━━ Records for the task ━━
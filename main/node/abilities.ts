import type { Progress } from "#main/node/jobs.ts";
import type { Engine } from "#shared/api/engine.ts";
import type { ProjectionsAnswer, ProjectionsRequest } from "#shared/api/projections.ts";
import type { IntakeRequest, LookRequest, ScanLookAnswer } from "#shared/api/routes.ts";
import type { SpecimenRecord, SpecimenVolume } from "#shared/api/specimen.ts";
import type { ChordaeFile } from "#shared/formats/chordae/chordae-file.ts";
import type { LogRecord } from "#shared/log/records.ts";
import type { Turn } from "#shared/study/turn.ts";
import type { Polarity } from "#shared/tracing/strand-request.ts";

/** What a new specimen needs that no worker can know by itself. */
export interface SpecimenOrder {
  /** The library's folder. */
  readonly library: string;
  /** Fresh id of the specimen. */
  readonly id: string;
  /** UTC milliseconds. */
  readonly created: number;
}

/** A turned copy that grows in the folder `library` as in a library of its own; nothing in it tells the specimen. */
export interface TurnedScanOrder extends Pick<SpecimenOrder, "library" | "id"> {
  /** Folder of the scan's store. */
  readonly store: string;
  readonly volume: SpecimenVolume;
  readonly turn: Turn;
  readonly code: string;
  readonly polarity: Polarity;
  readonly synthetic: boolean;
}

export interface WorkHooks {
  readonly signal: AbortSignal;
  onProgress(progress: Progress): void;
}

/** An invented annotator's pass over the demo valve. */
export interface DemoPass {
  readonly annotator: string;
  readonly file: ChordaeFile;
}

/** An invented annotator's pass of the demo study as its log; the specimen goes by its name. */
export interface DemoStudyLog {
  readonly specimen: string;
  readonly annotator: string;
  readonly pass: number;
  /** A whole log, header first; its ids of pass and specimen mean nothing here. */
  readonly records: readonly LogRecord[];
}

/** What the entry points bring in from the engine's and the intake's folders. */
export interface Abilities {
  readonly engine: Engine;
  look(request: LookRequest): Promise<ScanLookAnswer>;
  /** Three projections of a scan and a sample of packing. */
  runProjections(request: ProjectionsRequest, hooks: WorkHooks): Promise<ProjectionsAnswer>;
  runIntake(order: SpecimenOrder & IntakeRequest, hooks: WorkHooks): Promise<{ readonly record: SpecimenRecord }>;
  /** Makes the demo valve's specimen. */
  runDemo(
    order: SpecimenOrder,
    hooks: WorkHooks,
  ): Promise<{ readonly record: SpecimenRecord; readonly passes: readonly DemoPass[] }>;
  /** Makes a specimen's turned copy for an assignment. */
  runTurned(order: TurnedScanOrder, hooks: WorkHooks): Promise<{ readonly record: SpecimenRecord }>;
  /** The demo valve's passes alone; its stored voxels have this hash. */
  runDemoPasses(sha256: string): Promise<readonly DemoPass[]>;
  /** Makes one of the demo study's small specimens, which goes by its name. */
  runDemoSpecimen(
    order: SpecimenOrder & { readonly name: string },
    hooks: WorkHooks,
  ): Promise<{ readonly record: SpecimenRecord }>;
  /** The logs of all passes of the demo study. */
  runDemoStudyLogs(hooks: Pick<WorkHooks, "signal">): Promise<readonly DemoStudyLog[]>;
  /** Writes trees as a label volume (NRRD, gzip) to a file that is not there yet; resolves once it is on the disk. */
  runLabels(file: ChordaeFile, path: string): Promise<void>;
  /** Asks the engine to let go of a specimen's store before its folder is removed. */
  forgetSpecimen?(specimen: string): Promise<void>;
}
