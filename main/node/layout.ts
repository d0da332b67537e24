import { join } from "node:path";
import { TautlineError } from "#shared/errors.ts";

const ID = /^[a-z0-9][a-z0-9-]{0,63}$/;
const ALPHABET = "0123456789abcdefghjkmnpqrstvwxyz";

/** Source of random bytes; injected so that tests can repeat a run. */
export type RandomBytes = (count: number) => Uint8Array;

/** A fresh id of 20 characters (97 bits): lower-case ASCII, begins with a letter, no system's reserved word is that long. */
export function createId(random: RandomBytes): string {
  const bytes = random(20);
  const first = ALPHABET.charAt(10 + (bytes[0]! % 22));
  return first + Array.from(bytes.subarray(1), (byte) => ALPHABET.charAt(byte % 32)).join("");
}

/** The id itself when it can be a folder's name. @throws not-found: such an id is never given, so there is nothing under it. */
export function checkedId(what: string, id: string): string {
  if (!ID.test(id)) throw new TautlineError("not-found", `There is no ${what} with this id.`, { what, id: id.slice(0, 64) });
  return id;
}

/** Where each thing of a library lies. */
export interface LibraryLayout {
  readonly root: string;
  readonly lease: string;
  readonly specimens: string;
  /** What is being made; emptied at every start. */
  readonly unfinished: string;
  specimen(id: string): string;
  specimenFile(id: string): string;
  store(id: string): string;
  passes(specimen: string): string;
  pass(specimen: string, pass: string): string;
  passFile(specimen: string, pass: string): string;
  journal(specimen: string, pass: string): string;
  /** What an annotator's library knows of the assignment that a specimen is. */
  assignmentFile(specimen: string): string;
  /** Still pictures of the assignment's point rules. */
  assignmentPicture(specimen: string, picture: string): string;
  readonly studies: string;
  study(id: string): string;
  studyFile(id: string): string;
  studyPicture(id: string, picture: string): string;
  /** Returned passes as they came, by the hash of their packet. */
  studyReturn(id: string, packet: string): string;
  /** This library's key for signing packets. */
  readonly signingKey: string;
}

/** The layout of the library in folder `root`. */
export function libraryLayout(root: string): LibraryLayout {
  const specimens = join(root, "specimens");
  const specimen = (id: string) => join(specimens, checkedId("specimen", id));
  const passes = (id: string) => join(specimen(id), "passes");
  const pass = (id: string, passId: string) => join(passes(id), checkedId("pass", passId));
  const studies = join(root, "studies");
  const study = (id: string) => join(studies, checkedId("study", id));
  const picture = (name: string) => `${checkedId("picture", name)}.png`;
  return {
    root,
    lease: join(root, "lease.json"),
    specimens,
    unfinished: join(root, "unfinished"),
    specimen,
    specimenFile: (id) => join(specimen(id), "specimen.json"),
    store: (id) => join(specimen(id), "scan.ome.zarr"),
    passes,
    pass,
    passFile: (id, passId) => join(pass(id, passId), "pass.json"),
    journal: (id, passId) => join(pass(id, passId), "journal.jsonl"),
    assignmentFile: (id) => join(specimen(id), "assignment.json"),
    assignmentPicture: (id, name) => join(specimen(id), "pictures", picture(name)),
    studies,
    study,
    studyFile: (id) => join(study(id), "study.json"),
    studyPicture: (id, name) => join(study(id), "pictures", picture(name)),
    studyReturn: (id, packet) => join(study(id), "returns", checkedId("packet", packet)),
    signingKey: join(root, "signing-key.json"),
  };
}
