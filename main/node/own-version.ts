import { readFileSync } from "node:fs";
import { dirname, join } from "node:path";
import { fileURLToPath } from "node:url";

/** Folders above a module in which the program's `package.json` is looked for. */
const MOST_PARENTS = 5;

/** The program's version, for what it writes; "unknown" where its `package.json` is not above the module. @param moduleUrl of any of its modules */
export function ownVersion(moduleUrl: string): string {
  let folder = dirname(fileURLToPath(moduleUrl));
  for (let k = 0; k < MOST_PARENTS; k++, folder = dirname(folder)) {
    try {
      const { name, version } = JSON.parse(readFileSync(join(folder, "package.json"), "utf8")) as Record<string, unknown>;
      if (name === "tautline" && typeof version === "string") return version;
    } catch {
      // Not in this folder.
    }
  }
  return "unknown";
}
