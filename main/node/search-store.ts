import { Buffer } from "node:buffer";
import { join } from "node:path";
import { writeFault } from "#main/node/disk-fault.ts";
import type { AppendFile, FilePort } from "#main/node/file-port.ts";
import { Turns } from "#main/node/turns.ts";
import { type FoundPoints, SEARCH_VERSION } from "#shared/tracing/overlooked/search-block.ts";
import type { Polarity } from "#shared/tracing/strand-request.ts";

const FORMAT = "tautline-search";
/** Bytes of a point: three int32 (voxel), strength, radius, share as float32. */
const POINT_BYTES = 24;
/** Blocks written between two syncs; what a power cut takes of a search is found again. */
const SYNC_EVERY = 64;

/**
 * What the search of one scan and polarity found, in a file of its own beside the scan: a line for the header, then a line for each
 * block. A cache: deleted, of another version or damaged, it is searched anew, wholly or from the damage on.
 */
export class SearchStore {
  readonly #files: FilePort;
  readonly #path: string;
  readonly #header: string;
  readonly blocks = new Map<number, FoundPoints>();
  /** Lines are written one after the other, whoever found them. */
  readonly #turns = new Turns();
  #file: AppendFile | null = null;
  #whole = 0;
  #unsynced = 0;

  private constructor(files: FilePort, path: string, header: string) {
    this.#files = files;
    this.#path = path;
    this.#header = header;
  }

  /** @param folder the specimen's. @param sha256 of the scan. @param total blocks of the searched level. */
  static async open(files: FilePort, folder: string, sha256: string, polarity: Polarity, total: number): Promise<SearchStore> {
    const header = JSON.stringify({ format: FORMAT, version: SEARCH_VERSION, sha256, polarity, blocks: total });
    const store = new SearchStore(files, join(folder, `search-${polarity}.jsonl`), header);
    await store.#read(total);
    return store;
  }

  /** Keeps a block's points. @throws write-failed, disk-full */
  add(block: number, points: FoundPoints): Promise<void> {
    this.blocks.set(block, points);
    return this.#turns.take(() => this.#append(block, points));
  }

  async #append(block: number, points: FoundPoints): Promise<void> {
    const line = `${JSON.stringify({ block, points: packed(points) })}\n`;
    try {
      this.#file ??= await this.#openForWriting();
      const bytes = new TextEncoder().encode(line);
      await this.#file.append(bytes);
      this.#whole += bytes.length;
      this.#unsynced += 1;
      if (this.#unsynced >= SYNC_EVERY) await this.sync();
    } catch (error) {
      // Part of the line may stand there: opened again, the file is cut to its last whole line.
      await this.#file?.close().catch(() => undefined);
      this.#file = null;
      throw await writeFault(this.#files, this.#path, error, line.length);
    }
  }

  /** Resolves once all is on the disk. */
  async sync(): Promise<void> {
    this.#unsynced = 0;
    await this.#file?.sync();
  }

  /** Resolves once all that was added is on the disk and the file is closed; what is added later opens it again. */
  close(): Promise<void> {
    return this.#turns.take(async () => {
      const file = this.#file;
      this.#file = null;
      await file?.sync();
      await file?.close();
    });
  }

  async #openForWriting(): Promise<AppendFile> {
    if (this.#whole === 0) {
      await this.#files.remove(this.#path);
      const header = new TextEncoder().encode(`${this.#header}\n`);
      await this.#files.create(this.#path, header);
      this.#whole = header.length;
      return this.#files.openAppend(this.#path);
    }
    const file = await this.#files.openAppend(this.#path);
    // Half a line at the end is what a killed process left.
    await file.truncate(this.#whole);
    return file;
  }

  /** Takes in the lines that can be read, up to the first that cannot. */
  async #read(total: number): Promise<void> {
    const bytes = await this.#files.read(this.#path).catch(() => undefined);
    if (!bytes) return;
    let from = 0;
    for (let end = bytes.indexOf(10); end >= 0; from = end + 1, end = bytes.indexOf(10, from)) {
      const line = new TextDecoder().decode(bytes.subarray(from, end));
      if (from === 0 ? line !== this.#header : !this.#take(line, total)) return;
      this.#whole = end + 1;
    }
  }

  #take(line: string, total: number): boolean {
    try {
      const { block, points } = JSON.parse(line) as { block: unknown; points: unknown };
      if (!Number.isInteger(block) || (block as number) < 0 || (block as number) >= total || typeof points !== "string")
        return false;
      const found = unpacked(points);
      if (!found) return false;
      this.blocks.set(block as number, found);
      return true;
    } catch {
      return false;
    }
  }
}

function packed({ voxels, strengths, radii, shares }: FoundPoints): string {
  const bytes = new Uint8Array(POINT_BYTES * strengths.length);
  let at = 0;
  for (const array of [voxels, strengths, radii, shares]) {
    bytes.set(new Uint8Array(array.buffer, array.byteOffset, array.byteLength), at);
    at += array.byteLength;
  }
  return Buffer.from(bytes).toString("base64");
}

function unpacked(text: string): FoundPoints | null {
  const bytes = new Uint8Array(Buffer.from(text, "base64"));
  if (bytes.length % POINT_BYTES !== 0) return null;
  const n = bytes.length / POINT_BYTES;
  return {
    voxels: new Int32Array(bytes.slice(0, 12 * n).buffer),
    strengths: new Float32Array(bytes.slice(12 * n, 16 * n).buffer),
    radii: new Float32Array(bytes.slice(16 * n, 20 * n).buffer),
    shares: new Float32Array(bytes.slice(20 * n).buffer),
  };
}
━━━
:: Aim of the task ::
Within the entries above, count each line holding the string "goes". Give only the result.

:: Task answer ::
2